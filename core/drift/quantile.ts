import type { DriftAxes, Rule } from './nodes.js';

/** Neighbouring nodes that an interpolated value is taken from. */
const STENCIL = 6;
/** Points of the standard normal variable for one drift, and its reach. */
const LINE = 601;
const REACH = 4.5;
/** Points for several drifts. */
const CLOUD = 2048;

interface Weighted {
  /** Standard normal coordinates of each drift. */
  readonly x: readonly number[];
  readonly weight: number;
}

/** First node of the stencil and the Lagrange weights on it. */
function interpolation({ nodes }: Rule, x: number): { first: number; weights: number[] } {
  const size = Math.min(STENCIL, nodes.length);
  let first = 0;
  while (first + size < nodes.length && nodes[first + size] - x < x - nodes[first]) first++;
  const near = nodes.slice(first, first + size);
  const weights = near.map((own, i) =>
    near.reduce((product, other, k) => (k === i ? product : (product * (x - other)) / (own - other)), 1),
  );
  return { first, weights };
}

/** Radical inverse of i in a base: coordinate of the Halton sequence (Halton, Numer. Math. 2, 84 (1960)). */
function radicalInverse(i: number, base: number): number {
  let [value, digit] = [0, 1 / base];
  for (let rest = i; rest > 0; rest = Math.floor(rest / base), digit /= base) value += (rest % base) * digit;
  return value;
}

const BASES = [2, 3, 5, 7];

/** Standard normal points that cover the distribution evenly, by the Halton sequence and the Box–Muller transform. */
function cloud(dimension: number): Weighted[] {
  return Array.from({ length: CLOUD }, (_, i) => {
    const u = BASES.map((base) => radicalInverse(i + 1, base));
    const pairs = [0, 2].flatMap((k) => {
      const radius = Math.min(REACH, Math.sqrt(-2 * Math.log(u[k])));
      return [radius * Math.cos(2 * Math.PI * u[k + 1]), radius * Math.sin(2 * Math.PI * u[k + 1])];
    });
    return { x: pairs.slice(0, dimension), weight: 1 / CLOUD };
  });
}

function line(): Weighted[] {
  const points = Array.from({ length: LINE }, (_, i) => REACH * ((2 * i) / (LINE - 1) - 1));
  const raw = points.map((x) => Math.exp((-x * x) / 2));
  const sum = raw.reduce((a, b) => a + b, 0);
  return points.map((x, i) => ({ x: [x], weight: raw[i] / sum }));
}

/** Points for each number of drifts, made once. */
const made: (Weighted[] | undefined)[] = [];

function pointsFor(dimension: number): readonly Weighted[] {
  made[dimension] ??= dimension === 1 ? line() : cloud(dimension);
  return made[dimension];
}

/** The value below which a share of the weight lies; between two values in proportion. */
function weightedQuantile(values: readonly number[], points: readonly Weighted[], share: number): number {
  const order = values.map((_, i) => i).sort((a, b) => values[a] - values[b] || a - b);
  // The weight of a point lies half below its value and half above.
  let below = 0;
  let [lastValue, lastShare] = [values[order[0]], 0];
  for (const i of order) {
    const here = below + 0.5 * points[i].weight;
    if (here >= share) {
      const t = here > lastShare ? (share - lastShare) / (here - lastShare) : 1;
      return lastValue + t * (values[i] - lastValue);
    }
    [lastValue, lastShare] = [values[i], here];
    below += points[i].weight;
  }
  return lastValue;
}

/**
 * Quantiles over drift of figures known at the nodes of a tensor product (the last axis fastest): each figure is
 * interpolated between the nodes by local polynomials, on a line of points for one drift and on a quasi-random cloud
 * for several. `figures[k].values` are the figure at the nodes, `share` the share of the drift below the result.
 */
export function driftQuantiles(
  axes: DriftAxes,
  figures: readonly { readonly values: readonly number[]; readonly share: number }[],
): number[] {
  const rules = [axes.area, axes.width, axes.shift, axes.center].filter(({ nodes }) => nodes.length > 1);
  if (rules.length === 0) return figures.map(({ values }) => values[0]);
  const points = pointsFor(rules.length);
  const at = points.map(({ x }) => stencil(rules, x));
  return figures.map(({ values, share }) => {
    const interpolated = at.map((terms) => terms.reduce((sum, [i, w]) => sum + w * values[i], 0));
    return weightedQuantile(interpolated, points, share);
  });
}

/** Flat indices and weights of the nodes around a point. */
function stencil(rules: readonly Rule[], x: readonly number[]): [number, number][] {
  let terms: [number, number][] = [[0, 1]];
  rules.forEach((rule, k) => {
    const { first, weights } = interpolation(rule, x[k]);
    terms = terms.flatMap(([i, w]) =>
      weights.map((own, j): [number, number] => [i * rule.nodes.length + first + j, w * own]),
    );
  });
  return terms;
}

- EXERCISE DIRECTIONS
Write out only the final block of lines, starting at the line with "a point. */" and running to the end of the material.

- TASK SOLUTION
/** Flat indices and weights of the nodes around a point. */
function stencil(rules: readonly Rule[], x: readonly number[]): [number, number][] {
  let terms: [number, number][] = [[0, 1]];
  rules.forEach((rule, k) => {
    const { first, weights } = interpolation(rule, x[k]);
    terms = terms.flatMap(([i, w]) =>
      weights.map((own, j): [number, number] => [i * rule.nodes.length + first + j, w * own]),
    );
  });
  return terms;
}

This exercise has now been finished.